Traditional services are held parallel to alternative services.  Opportunities to congregate and to learn can be expanded.  Teachers can focus on the things they know well while the larger number of teacher increases the scope of offerings.  There is also the added benefit of programs, including the teaching, being more easily accessible to a broader community. People in this environment are exposed to things they might not have previously considered. Schools likewise can be combined reaping the benefits of size.  The community develops a richness and vibrancy because of the depth and breadth of opportunities to engage Jewishly that historically was limited to only the largest or most well heeled congregations.   This is being done with success around the country.  So if it is already done, what else is there to do?

 The challenge is for existing congregations to see this as an opportunity to remain vibrant rather than as a threat to their existence.
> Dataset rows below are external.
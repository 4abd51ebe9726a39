//! Drawing a tree on a canvas: x is a node's bound, y its place in the layout.
//!
//! Marks differ by shape as well as by colour and are drawn in one path a shape. A mark that
//! would fall on the same few pixels as one of its kind is left out, and past [`DENSE`] nodes the
//! tree is drawn as counts by cell, so that the cost is bounded by pixels.

use record::event::NodeState;
use report::axis::Axis;
use report::density::Density;
use wasm_bindgen::{JsCast, JsValue};
use web_sys::{CanvasRenderingContext2d, HtmlCanvasElement};

use crate::state::tree::Tree;
use crate::view::axis::across;

/// Nodes up to which edges are curves, all edges are drawn, edges of inner nodes are drawn, and
/// marks are drawn.
const CURVED: usize = 600;
const LEAFED: usize = 1_200;
const EDGED: usize = 5_000;
const DENSE: usize = 6_000;
/// Edges drawn in one stroke: a longer path costs more than its parts.
const STROKE: usize = 64;
/// Shades of a dense drawing.
const LEVELS: u32 = 4;
/// Side of a cell of a dense drawing, in pixels.
const CELL: f64 = 3.0;
/// Room above and below the tree, in pixels.
const ROOM: f64 = 9.0;

/// What is drawn beside the tree itself.
#[derive(Debug, Clone, Copy, PartialEq)]
pub(crate) struct Scene {
    /// The shared axis.
    pub(crate) axis: Axis,
    /// Width in pixels.
    pub(crate) width: f64,
    /// Height in pixels.
    pub(crate) height: f64,
    /// The best known value.
    pub(crate) best: Option<f64>,
    /// The root's bound.
    pub(crate) root: Option<f64>,
    /// The bound of the whole tree.
    pub(crate) now: Option<f64>,
    /// The selected node.
    pub(crate) selected: Option<usize>,
}

impl Scene {
    /// Where a node stands.
    fn at(&self, tree: &Tree, place: usize) -> Option<(f64, f64)> {
        let stand = tree.nodes().get(place)?.stand?;
        let y = ROOM + tree.height(place) * (self.height - 2.0 * ROOM);
        Some((across(&self.axis, self.width, stand), y))
    }

    /// The node nearest to a point, if one is within reach. O(nodes).
    pub(crate) fn nearest(&self, tree: &Tree, x: f64, y: f64, reach: f64) -> Option<usize> {
        let distance = |place: usize| {
            let (node_x, node_y) = self.at(tree, place)?;
            let (dx, dy) = (node_x - x, node_y - y);
            Some((dx * dx + dy * dy, place))
        };
        (0..tree.nodes().len())
            .filter_map(distance)
            .filter(|(square, _)| *square <= reach * reach)
            .min_by(|a, b| a.0.total_cmp(&b.0))
            .map(|(_, place)| place)
    }
}

/// The value of a custom property of the style at an element.
pub(crate) fn colour(canvas: &HtmlCanvasElement, name: &str) -> String {
    let style = gloo_utils::window().get_computed_style(canvas).ok().flatten();
    let value = style.and_then(|style| style.get_property_value(name).ok());
    value.map_or_else(String::new, |value| value.trim().to_owned())
}

/// Draws a tree.
pub(crate) fn paint(canvas: &HtmlCanvasElement, tree: &Tree, scene: &Scene) {
    let ratio = gloo_utils::window().device_pixel_ratio();
    let (width, height) = ((scene.width * ratio) as u32, (scene.height * ratio) as u32);
    if (canvas.width(), canvas.height()) != (width, height) {
        canvas.set_width(width);
        canvas.set_height(height);
    }
    let context = canvas.get_context("2d").ok().flatten();
    let Some(context) = context.and_then(|c| c.dyn_into::<CanvasRenderingContext2d>().ok()) else {
        return;
    };
    // A drawing whose state cannot be set is drawn with the state there is.
    let _ = context.set_transform(ratio, 0.0, 0.0, ratio, 0.0, 0.0);
    context.clear_rect(0.0, 0.0, scene.width, scene.height);
    let pen = Pen {
        hue: colour(canvas, "--h"),
        ink: colour(canvas, "--ink"),
        soft: colour(canvas, "--soft"),
        paper: colour(canvas, "--paper"),
        context,
        tree,
        scene,
    };
    pen.draw();
}

struct Pen<'a> {
    context: CanvasRenderingContext2d,
    tree: &'a Tree,
    scene: &'a Scene,
    hue: String,
    ink: String,
    soft: String,
    paper: String,
}

impl Pen<'_> {
    fn draw(&self) {
        self.rungs();
        let count = self.tree.nodes().len();
        if count > DENSE {
            self.density();
        } else {
            if count <= EDGED {
                self.edges(count);
            }
            self.marks();
        }
        self.best();
        self.selection();
    }

    /// Dotted lines at the root's bound and at the bound now.
    fn rungs(&self) {
        self.context.set_stroke_style_str(&self.soft);
        self.context.set_line_width(1.0);
        self.dash(&[1.0, 3.0]);
        self.context.begin_path();
        for value in [self.scene.root, self.scene.now].into_iter().flatten() {
            self.upright(value);
        }
        self.context.stroke();
        self.dash(&[]);
    }

    fn best(&self) {
        let Some(best) = self.scene.best else { return };
        self.context.set_stroke_style_str(&self.ink);
        self.context.set_line_width(1.5);
        self.context.begin_path();
        self.upright(best);
        self.context.stroke();
    }

    fn upright(&self, value: f64) {
        let x = across(&self.scene.axis, self.scene.width, value);
        self.context.move_to(x, 0.0);
        self.context.line_to(x, self.scene.height);
    }

    fn dash(&self, lengths: &[f64]) {
        let lengths: js_sys::Array =
            lengths.iter().map(|&length| JsValue::from_f64(length)).collect();
        // Lines stay plain where dashes are not known.
        let _ = self.context.set_line_dash(&lengths);
    }

    fn edges(&self, count: usize) {
        self.context.set_stroke_style_str(&self.soft);
        self.context.set_line_width(0.7);
        self.context.set_global_alpha(if count <= CURVED { 0.55 } else { 0.35 });
        let shown = |&place: &usize| count <= LEAFED || self.tree.first_child(place).is_some();
        let places: Vec<usize> = (1..count).filter(shown).collect();
        for stroke in places.chunks(STROKE) {
            self.context.begin_path();
            for &place in stroke {
                self.edge(place, count <= CURVED);
            }
            self.context.stroke();
        }
        self.context.set_global_alpha(1.0);
    }

    fn edge(&self, place: usize, curved: bool) {
        let parent = self.tree.parent(place).and_then(|parent| self.scene.at(self.tree, parent));
        let Some((from, to)) = parent.zip(self.scene.at(self.tree, place)) else { return };
        self.context.move_to(from.0, from.1);
        if curved {
            let middle = (from.0 + to.0) / 2.0;
            self.context.bezier_curve_to(middle, from.1, middle, to.1, to.0, to.1);
        } else {
            self.context.line_to(to.0, to.1);
        }
    }

    fn marks(&self) {
        let mut shown = Shown::new(self.scene);
        for shape in Shape::ALL {
            self.context.begin_path();
            let usual = if self.tree.nodes().len() > LEAFED { 0.75 } else { 1.0 };
            for (place, node) in self.tree.nodes().iter().enumerate() {
                if Shape::of(node.state) != shape {
                    continue;
                }
                let Some((x, y)) = self.scene.at(self.tree, place) else { continue };
                if shown.first(shape, x, y) {
                    self.mark(shape, x, y, if place == 0 { 2.0 } else { usual });
                }
            }
            self.ink(shape);
        }
    }

    fn mark(&self, shape: Shape, x: f64, y: f64, scale: f64) {
        match shape {
            Shape::Disc => self.disc(x, y, 2.4 * scale),
            Shape::Ring => self.disc(x, y, 3.0 * scale),
            Shape::Bar => self.line((x, y - 3.5 * scale), (x, y + 3.5 * scale)),
            Shape::Cross => {
                let r = 2.8 * scale;
                self.line((x - r, y - r), (x + r, y + r));
                self.line((x - r, y + r), (x + r, y - r));
            }
            Shape::Diamond => {
                let r = 4.4 * scale;
                self.line((x, y - r), (x + r, y));
                self.context.line_to(x, y + r);
                self.context.line_to(x - r, y);
                self.context.line_to(x, y - r);
            }
            Shape::Square => self.context.rect(x - 2.5, y - 2.5, 5.0, 5.0),
        }
    }

    fn line(&self, from: (f64, f64), to: (f64, f64)) {
        self.context.move_to(from.0, from.1);
        self.context.line_to(to.0, to.1);
    }

    fn disc(&self, x: f64, y: f64, radius: f64) {
        self.context.move_to(x + radius, y);
        // A radius that is not negative is never refused.
        let _ = self.context.arc(x, y, radius, 0.0, std::f64::consts::TAU);
    }

    /// Fills or strokes the path of a shape.
    fn ink(&self, shape: Shape) {
        let stroke = if matches!(shape, Shape::Bar | Shape::Cross | Shape::Square) {
            &self.soft
        } else {
            &self.hue
        };
        match shape {
            Shape::Disc | Shape::Diamond => {
                self.context.set_fill_style_str(&self.hue);
                self.context.fill();
            }
            Shape::Ring => {
                self.context.set_fill_style_str(&self.paper);
                self.context.fill();
                self.stroke(stroke, 1.4);
            }
            Shape::Bar | Shape::Cross | Shape::Square => self.stroke(stroke, 1.2),
        }
    }

    fn stroke(&self, colour: &str, width: f64) {
        self.context.set_stroke_style_str(colour);
        self.context.set_line_width(width);
        self.context.stroke();
    }

    fn density(&self) {
        let (width, height) = (self.scene.width, self.scene.height);
        let place = |index: usize| self.scene.at(self.tree, index);
        let points =
            (0..self.tree.nodes().len()).filter_map(place).map(|(x, y)| (x / width, y / height));
        let density = Density::of(points, (width / CELL) as usize, (height / CELL) as usize);
        let (step_x, step_y) = (width / density.columns as f64, height / density.rows as f64);
        self.context.set_fill_style_str(&self.hue);
        for level in 1..=LEVELS {
            self.context.set_global_alpha(0.25 + 0.75 * f64::from(level) / f64::from(LEVELS));
            self.context.begin_path();
            for cell in
                (0..density.counts.len()).filter(|&cell| density.level(cell, LEVELS) == level)
            {
                let (column, row) = (cell % density.columns, cell / density.columns);
                self.context.rect(column as f64 * step_x, row as f64 * step_y, step_x, step_y);
            }
            self.context.fill();
        }
        self.context.set_global_alpha(1.0);
    }

    /// The selected node, ringed, with its path to the root.
    fn selection(&self) {
        let Some(place) = self.scene.selected else { return };
        self.context.begin_path();
        let mut below = place;
        while let Some(parent) = self.tree.parent(below) {
            self.edge(below, true);
            below = parent;
        }
        self.stroke(&self.ink, 1.5);
        if let Some((x, y)) = self.scene.at(self.tree, place) {
            self.context.begin_path();
            self.disc(x, y, 7.5);
            self.stroke(&self.ink, 2.0);
        }
    }
}

/// The shape of a mark; drawn in this order, later ones over earlier ones.
#[derive(Debug, Clone, Copy, PartialEq, Eq)]
enum Shape {
    Bar,
    Cross,
    Square,
    Disc,
    Ring,
    Diamond,
}

impl Shape {
    const ALL: [Self; 6] =
        [Self::Bar, Self::Cross, Self::Square, Self::Disc, Self::Ring, Self::Diamond];

    fn of(state: NodeState) -> Self {
        match state {
            NodeState::Open => Self::Ring,
            NodeState::Branched => Self::Disc,
            NodeState::Integer => Self::Diamond,
            NodeState::Infeasible => Self::Cross,
            NodeState::Pruned => Self::Bar,
            NodeState::Closed | NodeState::Unbounded | NodeState::Unsolved => Self::Square,
        }
    }
}

/// Which shapes were drawn in which pair of pixels.
struct Shown {
    columns: usize,
    bits: Vec<u8>,
}

impl Shown {
    fn new(scene: &Scene) -> Self {
        let columns = (scene.width / 2.0) as usize + 1;
        let rows = (scene.height / 2.0) as usize + 1;
        Self { columns, bits: vec![0; columns * rows] }
    }

    /// Whether a shape is the first of its kind there.
    fn first(&mut self, shape: Shape, x: f64, y: f64) -> bool {
        let bit = 1_u8 << shape as u8;
        let cell = (y / 2.0) as usize * self.columns + (x / 2.0) as usize;
        let Some(bits) = self.bits.get_mut(cell) else { return false };
        let first = *bits & bit == 0;
        *bits |= bit;
        first
    }
}

#[cfg(test)]
mod tests {
    use super::*;
    use crate::state::tree::tests::small;

    fn scene() -> Scene {
        Scene {
            axis: Axis { low: 0.0, high: 20.0, step: 5.0 },
            width: 228.0,
            height: 118.0,
            best: None,
            root: None,
            now: None,
            selected: None,
        }
    }

    #[test]
    fn a_point_finds_the_nearest_node_within_reach() {
        let mut tree = small();
        tree.settle();
        assert_eq!(scene().at(&tree, 0), Some((114.0, 59.0)));
        assert_eq!(scene().nearest(&tree, 115.0, 60.0, 12.0), Some(0));
        assert_eq!(scene().nearest(&tree, 114.0, 30.0, 12.0), Some(1));
        assert_eq!(scene().nearest(&tree, 10.0, 10.0, 12.0), None);
    }

    #[test]
    fn a_second_mark_on_the_same_pixels_is_left_out() {
        let mut shown = Shown::new(&scene());
        assert!(shown.first(Shape::Disc, 10.0, 10.0));
        assert!(!shown.first(Shape::Disc, 10.9, 10.9));
        assert!(shown.first(Shape::Ring, 10.0, 10.0));
        assert!(!shown.first(Shape::Ring, 1e6, 10.0));
    }
}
Smaller congregations struggle to meet the budget and support the overhead.  Maintaining a physical structure becomes a monumental challenge in its own right, often leaving little time for much else.  The congregational leaders become so busy with the operations of the place they have little time left to build the sacred relationships within its walls.  Joining together creates efficiencies of size in addition to diversity of programming available to a larger community.  A larger physical structure yields space for multiple groups to share.  But there are also the opportunities that arise when the smaller groups join together.

The large synagogue creates a critical mass, a Klal Yisrael.  Such unity within a community becomes a cohesive power, while the individual voice and intimate relationships are preserved and honored. There will be times when everyone will want to gather together.  Then the temporary walls that might separate the smaller sanctuary spaces can be opened up, literally and figuratively speaking, creating a larger space in which everyone can join.

There are distinct and real challenges to putting such a synagogue model in place, but the opportunity to create communities of meaning that thrive is too great to overlook, and the existing pressure many congregations feel cannot be ignored.  Besides, in many places it seems to work.